## Task description
Would you give the number of lines in the entries that contain the word "risks"? Nothing else is needed.

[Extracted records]
================

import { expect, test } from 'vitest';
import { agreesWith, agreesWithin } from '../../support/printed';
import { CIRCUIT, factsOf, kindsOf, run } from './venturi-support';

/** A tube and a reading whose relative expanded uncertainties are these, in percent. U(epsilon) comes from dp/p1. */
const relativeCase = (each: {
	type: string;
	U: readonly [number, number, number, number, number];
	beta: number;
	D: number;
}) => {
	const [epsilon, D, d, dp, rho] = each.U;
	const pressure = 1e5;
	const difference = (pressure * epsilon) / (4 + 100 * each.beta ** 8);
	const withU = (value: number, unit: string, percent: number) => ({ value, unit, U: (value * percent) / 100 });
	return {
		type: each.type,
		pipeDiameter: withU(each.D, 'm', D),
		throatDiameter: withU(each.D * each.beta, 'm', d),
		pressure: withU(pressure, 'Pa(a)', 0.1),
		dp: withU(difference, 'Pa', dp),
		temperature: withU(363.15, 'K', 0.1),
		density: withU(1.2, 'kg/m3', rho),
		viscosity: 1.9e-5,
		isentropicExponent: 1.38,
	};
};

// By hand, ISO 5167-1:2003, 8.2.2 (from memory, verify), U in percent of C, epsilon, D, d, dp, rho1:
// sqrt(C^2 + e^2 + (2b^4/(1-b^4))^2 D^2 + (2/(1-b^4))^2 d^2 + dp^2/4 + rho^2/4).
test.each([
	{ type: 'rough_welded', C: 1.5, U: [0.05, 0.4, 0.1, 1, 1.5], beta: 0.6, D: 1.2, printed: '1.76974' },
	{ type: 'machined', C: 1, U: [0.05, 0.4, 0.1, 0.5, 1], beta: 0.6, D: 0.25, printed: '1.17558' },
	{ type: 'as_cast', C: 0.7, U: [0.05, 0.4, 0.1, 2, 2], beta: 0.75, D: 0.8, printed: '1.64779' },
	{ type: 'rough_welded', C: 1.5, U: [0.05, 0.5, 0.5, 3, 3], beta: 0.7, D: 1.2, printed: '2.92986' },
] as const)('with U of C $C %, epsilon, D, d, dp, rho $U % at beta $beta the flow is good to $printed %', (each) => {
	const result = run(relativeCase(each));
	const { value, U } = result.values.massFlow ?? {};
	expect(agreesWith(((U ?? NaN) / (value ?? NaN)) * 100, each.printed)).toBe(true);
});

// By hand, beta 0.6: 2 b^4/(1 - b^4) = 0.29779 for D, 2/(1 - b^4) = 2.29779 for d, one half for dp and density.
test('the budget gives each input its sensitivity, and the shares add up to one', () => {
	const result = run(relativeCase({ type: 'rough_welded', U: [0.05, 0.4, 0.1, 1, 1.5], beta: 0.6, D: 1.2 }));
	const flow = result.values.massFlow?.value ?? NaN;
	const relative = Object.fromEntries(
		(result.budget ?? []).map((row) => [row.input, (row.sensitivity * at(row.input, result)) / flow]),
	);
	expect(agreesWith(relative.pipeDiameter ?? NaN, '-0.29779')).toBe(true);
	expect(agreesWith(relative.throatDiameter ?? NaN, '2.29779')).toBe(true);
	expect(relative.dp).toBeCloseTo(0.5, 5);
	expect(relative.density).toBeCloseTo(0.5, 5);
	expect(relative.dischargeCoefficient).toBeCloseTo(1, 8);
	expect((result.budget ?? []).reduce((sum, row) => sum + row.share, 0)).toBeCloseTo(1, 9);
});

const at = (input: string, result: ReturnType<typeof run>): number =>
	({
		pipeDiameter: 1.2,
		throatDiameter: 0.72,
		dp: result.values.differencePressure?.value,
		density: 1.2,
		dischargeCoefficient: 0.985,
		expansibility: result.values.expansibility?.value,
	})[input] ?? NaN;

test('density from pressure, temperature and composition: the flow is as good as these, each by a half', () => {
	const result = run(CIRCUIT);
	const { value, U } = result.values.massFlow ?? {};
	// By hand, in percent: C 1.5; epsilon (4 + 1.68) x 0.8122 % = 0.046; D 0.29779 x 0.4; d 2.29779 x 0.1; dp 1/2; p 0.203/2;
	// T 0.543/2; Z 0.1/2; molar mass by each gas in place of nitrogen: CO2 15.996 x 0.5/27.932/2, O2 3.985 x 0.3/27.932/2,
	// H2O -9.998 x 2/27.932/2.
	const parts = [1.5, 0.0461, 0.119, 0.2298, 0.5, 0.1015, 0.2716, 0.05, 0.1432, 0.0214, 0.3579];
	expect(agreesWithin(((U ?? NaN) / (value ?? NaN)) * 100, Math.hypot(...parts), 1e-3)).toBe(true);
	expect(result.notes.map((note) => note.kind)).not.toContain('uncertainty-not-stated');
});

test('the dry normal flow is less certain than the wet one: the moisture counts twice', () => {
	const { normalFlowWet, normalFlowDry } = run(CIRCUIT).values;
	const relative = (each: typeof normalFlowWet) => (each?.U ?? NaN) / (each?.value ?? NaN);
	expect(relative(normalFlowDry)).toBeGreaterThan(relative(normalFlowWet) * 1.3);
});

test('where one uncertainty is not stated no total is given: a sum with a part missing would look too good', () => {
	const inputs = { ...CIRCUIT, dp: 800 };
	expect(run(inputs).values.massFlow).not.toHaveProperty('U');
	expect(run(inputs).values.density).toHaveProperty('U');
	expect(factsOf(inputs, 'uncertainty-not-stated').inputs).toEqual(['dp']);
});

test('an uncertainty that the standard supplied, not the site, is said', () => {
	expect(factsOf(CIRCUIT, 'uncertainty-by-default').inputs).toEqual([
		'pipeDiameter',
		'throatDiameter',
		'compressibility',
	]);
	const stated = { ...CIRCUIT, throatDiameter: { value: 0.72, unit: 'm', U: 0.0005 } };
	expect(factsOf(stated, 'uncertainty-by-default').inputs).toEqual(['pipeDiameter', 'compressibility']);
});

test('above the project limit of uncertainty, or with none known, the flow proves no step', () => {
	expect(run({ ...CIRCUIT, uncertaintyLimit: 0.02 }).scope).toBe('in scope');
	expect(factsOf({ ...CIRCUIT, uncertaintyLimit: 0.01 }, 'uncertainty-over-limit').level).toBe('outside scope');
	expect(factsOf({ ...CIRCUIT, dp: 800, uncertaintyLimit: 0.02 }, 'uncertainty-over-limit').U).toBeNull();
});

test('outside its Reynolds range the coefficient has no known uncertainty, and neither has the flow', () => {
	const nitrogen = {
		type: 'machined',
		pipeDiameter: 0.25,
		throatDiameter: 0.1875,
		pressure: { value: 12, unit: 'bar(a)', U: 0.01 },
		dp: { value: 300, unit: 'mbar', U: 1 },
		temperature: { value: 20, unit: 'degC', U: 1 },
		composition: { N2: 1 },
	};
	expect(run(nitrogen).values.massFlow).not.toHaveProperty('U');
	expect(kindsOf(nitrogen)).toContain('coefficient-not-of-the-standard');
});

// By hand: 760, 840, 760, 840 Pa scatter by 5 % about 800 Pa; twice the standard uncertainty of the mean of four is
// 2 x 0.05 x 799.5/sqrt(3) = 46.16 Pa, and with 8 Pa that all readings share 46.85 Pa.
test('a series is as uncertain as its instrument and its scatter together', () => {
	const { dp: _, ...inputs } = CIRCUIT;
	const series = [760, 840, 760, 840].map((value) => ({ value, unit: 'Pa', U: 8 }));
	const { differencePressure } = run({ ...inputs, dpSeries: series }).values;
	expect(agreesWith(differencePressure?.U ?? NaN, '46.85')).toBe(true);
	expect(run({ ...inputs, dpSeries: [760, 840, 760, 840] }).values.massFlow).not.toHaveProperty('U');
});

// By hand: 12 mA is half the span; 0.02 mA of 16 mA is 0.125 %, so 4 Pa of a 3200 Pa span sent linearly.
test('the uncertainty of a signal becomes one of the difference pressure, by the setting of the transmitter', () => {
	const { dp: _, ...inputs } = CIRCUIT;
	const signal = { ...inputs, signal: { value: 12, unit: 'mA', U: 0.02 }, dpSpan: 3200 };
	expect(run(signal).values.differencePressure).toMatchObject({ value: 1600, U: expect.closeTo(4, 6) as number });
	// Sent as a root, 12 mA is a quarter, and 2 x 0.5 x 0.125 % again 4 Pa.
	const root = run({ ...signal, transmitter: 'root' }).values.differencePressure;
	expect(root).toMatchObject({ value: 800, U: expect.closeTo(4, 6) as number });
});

================

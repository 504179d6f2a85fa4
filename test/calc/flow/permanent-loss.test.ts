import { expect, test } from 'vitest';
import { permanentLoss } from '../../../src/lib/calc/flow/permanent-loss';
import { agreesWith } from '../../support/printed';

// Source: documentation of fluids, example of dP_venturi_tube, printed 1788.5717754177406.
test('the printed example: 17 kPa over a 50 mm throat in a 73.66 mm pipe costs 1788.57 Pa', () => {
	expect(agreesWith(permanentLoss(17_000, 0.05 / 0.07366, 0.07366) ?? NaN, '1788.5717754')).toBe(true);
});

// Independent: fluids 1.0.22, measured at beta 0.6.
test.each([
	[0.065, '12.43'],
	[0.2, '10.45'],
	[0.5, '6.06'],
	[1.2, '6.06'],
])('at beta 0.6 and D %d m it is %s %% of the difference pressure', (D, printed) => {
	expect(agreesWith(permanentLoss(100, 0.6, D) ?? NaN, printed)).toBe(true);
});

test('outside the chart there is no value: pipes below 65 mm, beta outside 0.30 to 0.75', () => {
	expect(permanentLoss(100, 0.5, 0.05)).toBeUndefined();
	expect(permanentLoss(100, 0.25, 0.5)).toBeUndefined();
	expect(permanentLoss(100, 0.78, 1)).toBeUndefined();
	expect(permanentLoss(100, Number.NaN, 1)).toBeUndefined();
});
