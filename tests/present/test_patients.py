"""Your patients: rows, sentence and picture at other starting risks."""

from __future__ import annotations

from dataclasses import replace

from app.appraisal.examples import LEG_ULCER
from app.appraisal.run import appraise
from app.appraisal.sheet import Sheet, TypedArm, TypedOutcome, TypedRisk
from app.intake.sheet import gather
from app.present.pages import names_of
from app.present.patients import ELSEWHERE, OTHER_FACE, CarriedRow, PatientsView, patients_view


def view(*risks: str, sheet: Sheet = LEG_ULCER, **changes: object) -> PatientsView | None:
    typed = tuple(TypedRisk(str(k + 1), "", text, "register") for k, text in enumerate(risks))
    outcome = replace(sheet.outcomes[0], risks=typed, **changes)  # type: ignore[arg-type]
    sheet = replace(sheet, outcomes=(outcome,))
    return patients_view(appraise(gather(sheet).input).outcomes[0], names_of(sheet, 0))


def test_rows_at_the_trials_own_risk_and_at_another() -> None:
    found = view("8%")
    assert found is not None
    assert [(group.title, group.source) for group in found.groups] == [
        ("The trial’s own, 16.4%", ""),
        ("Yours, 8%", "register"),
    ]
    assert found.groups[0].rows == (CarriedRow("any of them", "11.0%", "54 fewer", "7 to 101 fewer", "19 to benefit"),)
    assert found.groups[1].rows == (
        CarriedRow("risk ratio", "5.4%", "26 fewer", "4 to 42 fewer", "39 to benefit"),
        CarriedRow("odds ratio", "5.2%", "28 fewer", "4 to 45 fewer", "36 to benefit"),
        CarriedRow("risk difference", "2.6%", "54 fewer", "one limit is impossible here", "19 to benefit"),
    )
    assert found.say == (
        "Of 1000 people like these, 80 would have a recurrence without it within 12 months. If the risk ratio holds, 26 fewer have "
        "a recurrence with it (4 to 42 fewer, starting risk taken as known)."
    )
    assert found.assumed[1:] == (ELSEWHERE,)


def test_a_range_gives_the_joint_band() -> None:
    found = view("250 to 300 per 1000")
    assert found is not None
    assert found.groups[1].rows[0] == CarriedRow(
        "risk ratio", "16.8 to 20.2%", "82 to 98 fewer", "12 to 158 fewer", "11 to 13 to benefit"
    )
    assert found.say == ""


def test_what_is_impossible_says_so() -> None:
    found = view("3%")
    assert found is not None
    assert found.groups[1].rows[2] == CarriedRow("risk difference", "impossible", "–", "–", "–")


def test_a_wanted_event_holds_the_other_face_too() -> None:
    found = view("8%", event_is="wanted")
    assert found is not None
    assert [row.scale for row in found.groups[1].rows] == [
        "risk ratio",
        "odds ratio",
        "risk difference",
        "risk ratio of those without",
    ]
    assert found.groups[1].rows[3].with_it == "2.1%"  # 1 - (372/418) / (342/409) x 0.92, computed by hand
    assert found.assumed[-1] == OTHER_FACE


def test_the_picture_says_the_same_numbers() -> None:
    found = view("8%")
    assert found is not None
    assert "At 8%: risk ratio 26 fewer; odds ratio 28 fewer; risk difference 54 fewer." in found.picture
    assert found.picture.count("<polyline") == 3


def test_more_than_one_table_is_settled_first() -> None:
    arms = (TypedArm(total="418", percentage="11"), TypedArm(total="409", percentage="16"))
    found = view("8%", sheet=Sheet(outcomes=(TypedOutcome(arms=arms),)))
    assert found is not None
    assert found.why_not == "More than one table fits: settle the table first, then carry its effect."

================

## Response for this exercise
4